# Work required
Across the entries below, tally every line that holds the word "axisMark". Give only the tally.

# Saved entries
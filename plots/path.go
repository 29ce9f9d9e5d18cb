package plots

import (
	"errors"
	"fmt"
	"math"
)

// PathViewSpec is what PathView draws: a crew path in the habitat frame, seen from the
// +axial end and turned so that the plumb line of its start is vertical. All places are
// in m, with x spinward and y up from the foot of the start on the deck beneath: a deck
// of radius R is the arc about (0, R).
type PathViewSpec struct {
	Title, Desc, Notes string // Desc is for readers who cannot see the figure; Notes may be empty

	Spin     float64       // rad/s; negative: the floor moves antispinward
	Deck     float64       // m, radius of the deck beneath the start; 0 for a flat deck
	Outlines []Outline     // section of the structure at the start's axial place; without any, the deck alone is drawn
	Way      []Point       // m, of the feet, in order of time; at least the start
	Stations []PathStation // moments at which the person is drawn, in order of time; may be empty
	Near     *PathNear     // where the path comes nearest to something; nil for none
}

// PathStation is the person at one moment of a crew path.
type PathStation struct {
	T          float64 // s since the start of the path
	Feet, Head Point   // m
	Force      Point   // N, of the person on the structure, in the fixed directions of the page; (0, 0) for none
	Leg        string  // what the person does; stations in a row with one name share a label; may be empty
}

// PathNear is where a crew path comes nearest to a surface.
type PathNear struct {
	T       float64 // s since the start of the path
	At      Point   // m, where the person is
	Gap     float64 // m, the clearance; negative for an overlap
	Surface string
}

// maxForce bounds forces, N: a person's are far below, and squares of it stay far from
// overflow.
const maxForce = 1e9

func (s PathViewSpec) check() error {
	if s.Deck < 0 {
		return fmt.Errorf("the deck's radius is %g m", s.Deck)
	}
	if len(s.Way) == 0 {
		return errors.New("a way wants at least one point")
	}
	if err := errors.Join(checkSizes(s.Deck), checkPlaces(s.Way), checkOutlines(s.Outlines)); err != nil {
		return err
	}
	for i, st := range s.Stations {
		if err := st.check(); err != nil {
			return fmt.Errorf("station %d: %w", i, err)
		}
		if i > 0 && st.T < s.Stations[i-1].T {
			return fmt.Errorf("station %d: the time runs back, to %g s", i, st.T)
		}
	}
	return s.Near.check()
}

func (s PathStation) check() error {
	if !finite(s.T) {
		return fmt.Errorf("the time is %g s", s.T)
	}
	if !s.Force.finite() || s.Force.norm() > maxForce {
		return fmt.Errorf("a force of (%g N, %g N) cannot be drawn", s.Force.X, s.Force.Y)
	}
	return checkPlaces([]Point{s.Feet, s.Head})
}

func (n *PathNear) check() error {
	if n == nil {
		return nil
	}
	if !finite(n.T) {
		return fmt.Errorf("the least clearance is at %g s", n.T)
	}
	return errors.Join(checkSizes(n.Gap), checkPlaces([]Point{n.At}))
}

// PathView draws a crew path as the people on board see it: the way of the feet, the
// person at the stations, and there the force on the structure, at a scale of its own
// that stands below. A path that goes far round the ring is shown on the whole ring. It
// is an error if a number cannot be drawn or the way is empty.
func PathView(spec PathViewSpec) (*Figure, error) {
	head := headline{spec.Title, spec.Desc, spec.Notes, spec.Spin}
	if err := errors.Join(head.check(), spec.check()); err != nil {
		return nil, fmt.Errorf("path view: %w", err)
	}
	p := crewPath{spec: spec, scene: scene{head: head, radius: spec.Deck, outlines: spec.Outlines, track: wayTrack(spec.Way)}}
	p.arrange()
	return newFigure(spec.Title, spec.Desc, p.w, p.h, p.paint)
}

// wayTrack is a way as a track, with its points for times: of a way the times are not known.
func wayTrack(way []Point) track {
	t := track{at: way, t: make([]float64, len(way)), ph: make([]Phase, len(way))}
	for i := range t.t {
		t.t[i] = float64(i)
	}
	return t
}

// tallest is the greatest length of the person on the page's plane, m.
func (s PathViewSpec) tallest() float64 {
	most := 0.0
	for _, st := range s.Stations {
		most = math.Max(most, st.Head.dist(st.Feet))
	}
	return most
}
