package plots

import (
	"math"

	"gonum.org/v1/plot/vg"
)

// Marks differ in shape, so that grey prints tell them apart: a release is an open
// circle, a landing a full one, a resting place an open square, the axis a cross in a circle.

const (
	ringRadius = 3.0 // pt
	dotRadius  = 2.6
	squareHalf = 2.9
)

// ring is the mark of a release.
func (p *pad) ring(at vg.Point, c ink) {
	path := p.circlePath(at, ringRadius)
	p.fill(inkPaper, path)
	p.stroke(pen{ink: c, width: 1.2}, path)
}

// dot is the mark of a landing.
func (p *pad) dot(at vg.Point, c ink) {
	p.fill(inkPaper, p.circlePath(at, dotRadius+0.9))
	p.fill(c, p.circlePath(at, dotRadius))
}

// square is the mark of a resting place.
func (p *pad) square(at vg.Point, c ink) {
	r := vg.Rectangle{Min: at.Sub(xy(squareHalf, squareHalf)), Max: at.Add(xy(squareHalf, squareHalf))}
	p.fillRect(r, inkPaper)
	p.rect(r, pen{ink: c, width: 1.2})
}

// axisMark is the spin axis, seen end on.
func (p *pad) axisMark(at vg.Point) {
	const r, arm = 3.0, 6.0
	p.line(penAxis, at.Sub(xy(arm, 0)), at.Add(xy(arm, 0)))
	p.line(penAxis, at.Sub(xy(0, arm)), at.Add(xy(0, arm)))
	p.stroke(penAxis, p.circlePath(at, r))
}

// spinArrow is an arrow round the axis, the way that the habitat turns.
func (p *pad) spinArrow(at vg.Point, r, spin float64) {
	if spin == 0 {
		return
	}
	way := math.Copysign(1, spin)
	start, end := math.Pi/2-way*0.9, math.Pi/2+way*1.1
	p.stroke(penBody, p.arcPath(at, vg.Length(r), start, end))
	p.arrow(inkText, onCircle(at, vg.Length(r), end+way*0.12), end+way*(math.Pi/2+0.12), 6)
}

# Exercise solution
2